**Data for this exercise**
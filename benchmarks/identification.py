"""Identification accuracy on the reference cases, through the documented CLI path (default options).

    python benchmarks/identification.py            # physics cells (full length), demo, Panasonic 25 degC
    python benchmarks/identification.py --short    # the physics cells' short versions

For each case: ``socfuse identify --ocv-test C20 --pulse-test PULSE -o model.json`` with default
options, then the model against the truth the case has: capacity against the true C/20 capacity
(PyBaMM cells) or the cycler's amp-hour count (Panasonic); OCV RMS over 10-90 % SOC against the
true equilibrium voltage (PyBaMM: electrode OCPs at the averaged stoichiometries; demo: the truth
table); open-loop voltage RMS on each dynamic recording (native sample rate); pulses found against
the protocol; the estimated current-sensor offset against the true one.  Prints one table.
"""
from __future__ import annotations

import argparse
import contextlib
import io
import sys
import tempfile
from pathlib import Path

import numpy as np

HERE = Path(__file__).resolve().parent
sys.path.insert(0, str(HERE.parent))

from socfuse.estimator.cli.main import main as cli  # noqa: E402
from socfuse.models import load_model  # noqa: E402
from socfuse.models.identify.validate import validate  # noqa: E402
from socfuse.models.loaders import load_recording  # noqa: E402


def _identify(c20, pulses, out, load_opts=()):
    args = ["identify", "--ocv-test", str(c20)]
    for p in pulses:
        args += ["--pulse-test", str(p)]
    with contextlib.redirect_stdout(io.StringIO()):
        code = cli(args + list(load_opts) + ["-o", str(out)])
    if code != 0:
        raise SystemExit(f"identify failed on {c20}")
    return load_model(out)


def _ocv_rms(model, truth_fn):
    z = np.linspace(0.1, 0.9, 81)
    return float(np.sqrt(np.mean((model.ocv.voltage(z, 25.0) - truth_fn(z)) ** 2)))


def physics_rows(short: bool, tmp: Path):
    from socfuse.datasets import physics

    rows = []
    for cell in sorted(physics.CELLS):
        case = physics.generate(cell, short=short)
        m = _identify(case.path("c20"), [case.path("pulse")], tmp / f"{cell}.json")
        drives = [validate(m, load_recording(case.path(k))).rms_v for k in ("drive_1", "drive_2", "drive_3")]
        off = m.provenance["current_offset"]
        rows.append((f"PyBaMM {cell}" + (" (short)" if short else ""), m.capacity_ah / case.c20_capacity_ah - 1,
                     _ocv_rms(m, case.equilibrium_voltage), drives,
                     f"{off['pooled_a'] * 1000:.2f} (true {case.sensor_offset_a * 1000:.2f})",
                     "yes" if m.hysteresis else "no"))
    return rows


def demo_rows(tmp: Path):
    from socfuse.estimator.demo.truth import C48_TRUTH, truth_ocv_curve

    d = HERE.parent / "datasets"
    m = _identify(d / "c48_c20_25degC.csv", [d / "c48_pulse_25degC.csv", d / "c48_pulse_05degC.csv"], tmp / "c48.json")
    truth = truth_ocv_curve()
    drives = [validate(m, load_recording(d / f)).rms_v for f in ("c48_day_lunch.csv", "c48_day_cold.csv",
                                                                  "c48_day_long.csv")]
    h = m.hysteresis
    return [("demo C48 (invented)", m.capacity_ah / C48_TRUTH.capacity_ah - 1,
             _ocv_rms(m, lambda z: truth.voltage(z, 25.0)), drives,
             f"{m.provenance['current_offset']['pooled_a'] * 1000:.2f}",
             "no" if h is None else f"M {h.max_v * 1000:.1f} mV, gamma {h.gamma:.0f} (true 8.0, 30)")]


def panasonic_rows(tmp: Path):
    root = Path(__import__("os").environ.get("SOCFUSE_REALDATA", HERE.parent.parent / "shared" / "realdata"))
    pan = root / "panasonic_18650pf"
    if not pan.is_dir():
        return []
    c20 = pan / "c20_ocv_and_1c_start_of_tests" / "05-08-17_13.26 C20 OCV Test_C20_25dC.mat"
    hppc = pan / "hppc" / "03-11-17_08.47 25degC_5Pulse_HPPC_Pan18650PF.mat"
    opts = ["--preset", "panasonic-18650pf"]
    m = _identify(c20, [hppc], tmp / "pan.json", opts)
    drives = []
    for name in ("03-18-17_02.17 25degC_Cycle_1_Pan18650PF.mat", "03-19-17_03.25 25degC_Cycle_2_Pan18650PF.mat"):
        drives.append(validate(m, load_recording(pan / "drive_cycles" / name, preset="panasonic-18650pf")).rms_v)
    # capacity against the cycler's own amp-hour count of the C/20 discharge, 2.995 Ah (SOURCE.md)
    return [("Panasonic 18650PF 25 degC", m.capacity_ah / 2.995 - 1, float("nan"), drives,
             f"{m.provenance['current_offset']['pooled_a'] * 1000:.2f}", "yes" if m.hysteresis else "no")]


def main(argv=None) -> int:
    ap = argparse.ArgumentParser(description=__doc__.splitlines()[0])
    ap.add_argument("--short", action="store_true", help="physics cells in their short versions")
    args = ap.parse_args(argv)
    with tempfile.TemporaryDirectory() as d:
        tmp = Path(d)
        rows = physics_rows(args.short, tmp) + demo_rows(tmp) + panasonic_rows(tmp)
    print(f"{'case':34s} {'capacity':>9s} {'OCV RMS':>8s}  {'open-loop RMS per drive (mV)':30s} {'offset mA':22s} hysteresis")
    for name, cap, ocv, drives, off, hy in rows:
        o = "   n/a" if not np.isfinite(ocv) else f"{ocv * 1000:5.2f} mV"
        print(f"{name:34s} {cap * 100:+8.2f}% {o:>8s}  {' / '.join(f'{x * 1000:.1f}' for x in drives):30s} {off:22s} {hy}")
    return 0


if __name__ == "__main__":
    raise SystemExit(main())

**Work instruction**
Exactly as they appear, copy the lines of the listing above from the first through the one that contains "Panasonic 25 degC", and nothing more.

**Solution to the problem**
filename benchmarks/identification.py
"""Identification accuracy on the reference cases, through the documented CLI path (default options).

    python benchmarks/identification.py            # physics cells (full length), demo, Panasonic 25 degC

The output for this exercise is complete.